Hallman and Piehl: When it comes to forestry, size matters
Special to the Daily
A little bit of tree cutting is always appreciated. A modest amount of logging is generally OK. Large disruptions are not always well received.
There’s been considerable logging in Summit County over the last couple of years, a lot more than we are accustomed to. This leads to protest in some quarters and applause in others. How many people are for or against more logging is anybody’s guess.
For those who worry about too much logging, the biggest concerns seem to be that clear-cuts are unsightly and disruptive to recreation and ecology, not proven to mitigate wildfire hazard and result in the re-creation of an unhealthy lodgepole monoculture forest. Those in favor generally believe that clear-cuts around towns and resorts will reduce wildfire danger and create a more healthy forest.
Both sides of this debate sometimes seem to be under the illusion that after logging the forest will grow back quickly in a few years.
Some worry the new forest will be overgrown with dog-hair stands of lodgepole. Others envision a species-diverse, resilient forest springing to life like a garden. While logged areas generally turn green within a year or so, it is usually four to five years before significant regeneration begins, and then it is likely to be in scattered locations. It takes many decades before anything resembling a mature forest returns. This is one of the reasons we (citizens, stakeholders and foresters) need to be wise about where we cut trees, how many trees we cut and why. Redos are not a good forestry option.
Nobody we know has a problem with cutting dead trees along trails, or around campgrounds to prevent falling trees from injuring or killing recreationalists. We do the same thing in our own backyards. A tree dies, we cut it down. Most people are OK with creating defensible space to protect against wildfire, even if that means cutting dead and some live trees around our neighborhoods. Where the rub comes in is when large acreages are clear-cut in one location. We would not generally cut down all the trees in our backyard if many of them were still alive and healthy. And to many people it doesn’t seem right or natural to cut the whole forest down to save it.
Here’s our personal perspective. One reasonable fix to debates over logging may be to reduce the cumulative size of clear-cuts, reconfigure treatment locations, explore alternative treatment options and, where possible, apply more passive management approaches (monitor forest conditions and conduct strategic treatments on a limited basis).
Certainly our community-wide forest vision needs to be on a large landscape scale, but perhaps implementation could be in smaller pieces. Size matters.
The Summit County Forest Health Task Force is hosting a public forum this Thursday evening, 6–8 p.m., at the Summit County Community and Senior Center, County Commons, 83 Nancy’s Place, County Road 1014, in Frisco.
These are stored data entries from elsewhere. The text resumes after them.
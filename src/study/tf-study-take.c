/* SPDX-License-Identifier: GPL-3.0-or-later
 * SPDX-FileCopyrightText: The Tiltfield developers
 */
#include <math.h>

#include "tf-distinct.h"
#include "tf-ledger-brief.h"
#include "tf-ledger-outside.h"
#include "tf-many.h"
#include "tf-sort.h"
#include "tf-study-private.h"

/* What a study takes of a ledger. As a rule that is the briefs of marks and hints (tf-ledger-brief.h)
 * and the rows of outside tables; where conditions ask for any column, or an older ledger has no
 * briefs, whole rows. Both give the same sample. */

/* -- what is known of a row beside its sample row ------------------------------------------------ */

TfStudyFact
tf_study_fact_of_row (const TfRow *row)
{
  return (TfStudyFact){ .mark = row->outside != NULL ? 0 : row->is_hint ? -row->mark : row->mark,
                        .instrument = row->instrument,
                        .source = row->outside != NULL ? row->outside->source : NULL,
                        .licence = row->outside != NULL ? row->outside->licence : NULL,
                        .floor_gauss = row->measure.floor_gauss,
                        .even = row->measure.floor_kind == TF_FLOOR_EVEN,
                        .is_hint = row->is_hint != FALSE,
                        .unipolar = row->unipolar != FALSE,
                        .model_map = g_strcmp0 (row->kind, "model map") == 0,
                        .simulated = row->simulated != FALSE,
                        .outside = row->outside != NULL,
                        .outside_hint = row->outside != NULL && row->outside->hinted };
}

TfStudyFact
tf_study_fact (const TfStudyRows *rows, guint number)
{
  if (rows->facts != NULL)
    return g_array_index (rows->facts, TfStudyFact, number);
  if (rows->rows != NULL)
    return tf_study_fact_of_row (g_ptr_array_index (rows->rows, number));
  return (TfStudyFact){ .outside = TRUE };
}

gboolean
tf_study_fact_has_floor (const TfStudyFact *fact, double gauss)
{
  if (fact->outside)
    return TRUE; /* its floor is the source's affair */
  return fact->even && fabs (fact->floor_gauss - gauss) <= 0.005 * gauss;
}

/* -- their order ------------------------------------------------------------------------------- */

/* Those of one moment by their latitude, so that no sum hangs on the order of the rows in a ledger or a
 * file. */
static void
order_ties (guint *order, const double *times, const double *lats, guint n)
{
  g_autofree double *keys = tf_new_many (double, n + 1);
  for (guint from = 0, to; from < n; from = to)
    {
      for (to = from; to < n && times[order[to]] == times[order[from]]; to++)
        keys[to - from] = lats[order[to]];
      if (to - from < 2)
        {
          to = MAX (to, from + 1); /* NaN equals nothing */
          continue;
        }
      g_autofree guint *places = tf_sort_order (keys, to - from);
      g_autofree guint *before = g_memdup2 (order + from, (to - from) * sizeof *order);
      for (guint k = from; k < to; k++)
        order[k] = before[places[k - from]];
    }
}

/* By time, then latitude. */
static guint *
order_places (const double *times, const double *lats, guint n)
{
  guint *order = tf_sort_order (times, n);
  order_ties (order, times, lats, n);
  return order;
}

static guint *
order_rows (const GPtrArray *rows)
{
  g_autofree double *times = tf_new_many (double, rows->len + 1);
  g_autofree double *lats = tf_new_many (double, rows->len + 1);
  for (guint k = 0; k < rows->len; k++)
    {
      const TfMeasure *m = &((const TfRow *)g_ptr_array_index (rows, k))->measure;
      times[k] = m->time.s;
      lats[k] = m->lat_deg;
    }
  return order_places (times, lats, rows->len);
}

static void
put_in_order (GPtrArray *rows, const guint *order)
{
  g_autofree gpointer *before = g_memdup2 (rows->pdata, rows->len * sizeof *before);
  for (guint k = 0; k < rows->len; k++)
    rows->pdata[k] = before[order[k]];
}

/* -- briefs ---------------------------------------------------------------------------------- */

/* All that is read: marks, outside rows, hints. */
typedef struct
{
  const TfBrief *briefs;
  const GPtrArray *outside; /* TfRow */
  const GArray *frames;     /* TfBriefFrame */
  guint n_marks, n_briefs;
} Sources;

static const TfBriefFrame *
find_frame (const GArray *frames, gint64 key)
{
  const TfBriefFrame *list = (const TfBriefFrame *)(gconstpointer)frames->data;
  guint low = 0, high = frames->len;
  if (key >= 1 && key <= (gint64)high && list[key - 1].frame == key)
    return &list[key - 1];
  while (low < high)
    {
      guint middle = low + (high - low) / 2;
      if (list[middle].frame < key)
        low = middle + 1;
      else
        high = middle;
    }
  return low < frames->len && list[low].frame == key ? &list[low] : NULL;
}

static void
take_brief (const Sources *sources, const TfBrief *b, TfMeasure *m, TfSampleRow *row, TfStudyFact *fact)
{
  const TfBriefFrame *frame = find_frame (sources->frames, b->frame);
  m->time.s = b->time_s;
  m->lat_deg = b->lat_deg;
  m->positive.lat_deg = b->positive_lat_deg;
  m->negative.lat_deg = b->negative_lat_deg;
  m->cmd_deg = b->cmd_deg;
  m->mu = b->mu;
  m->axis_tilt_deg = b->axis_tilt_deg;
  m->axis_bearing_deg = b->axis_bearing_deg;
  m->tilt_terms.total = b->tilt_sigma_deg;
  m->separation_deg = b->separation_deg;
  m->separation_sigma_deg = b->separation_sigma_deg;
  m->flux_unsigned_mx = b->flux_unsigned_mx;
  m->imbalance = b->imbalance;
  m->compactness = b->compactness;
  m->axial_dipole_gauss = b->axial_dipole_gauss;
  m->axial_dipole_sigma_gauss = b->axial_dipole_sigma_gauss;
  m->leading_polarity = b->leading;
  m->leading_sure = b->leading_sure;
  m->ephemeral = b->ephemeral;
  for (int k = 0; k < 3; k++)
    m->witnesses[k] = b->witnesses[k] == G_MININT8 ? TF_WITNESS_ABSENT : b->witnesses[k];
  tf_study_measure_row (m, row);
  static const TfOrigin origins[] = { TF_ORIGIN_KEPT, TF_ORIGIN_CHANGED, TF_ORIGIN_DRAWN };
  row->origin = b->origin >= 0 && b->origin < 3 ? origins[b->origin] : TF_ORIGIN_HINT;
  tf_study_place_row (row, &(TfStudyPlace){ b->hint, b->mark, b->region, b->passage, b->same, b->born });
  *fact = (TfStudyFact){ .mark = b->hint ? -b->mark : b->mark,
                         .instrument = frame != NULL ? frame->instrument : NULL,
                         .floor_gauss = b->floor_gauss,
                         .even = b->even,
                         .is_hint = b->hint,
                         .unipolar = b->unipolar,
                         .model_map = frame != NULL && frame->model_map,
                         .simulated = frame != NULL && frame->simulated };
}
We will be discussing the advantages (and disadvantages) of active and passive forest management approaches. We have a distinguished panel that includes Scott Fitzwilliams, White River National Forest Supervisor; Mike Lester, director of the Colorado State Forest Service; Cary Green, U.S. Forest Service forester; Chuck Rhoades, U.S. Forest Service biogeochemist; Kristen Pelz, Colorado Forest Restoration Institute; and Brad Piehl, Forest Health Task Force.
If you care about current conditions and future prospects for our local forests, you will want to attend this meeting. There will be ample time for public questions and discussion. Please come join us.
Howard Hallman and Brad Piehl are members of the Forest Health Task Force.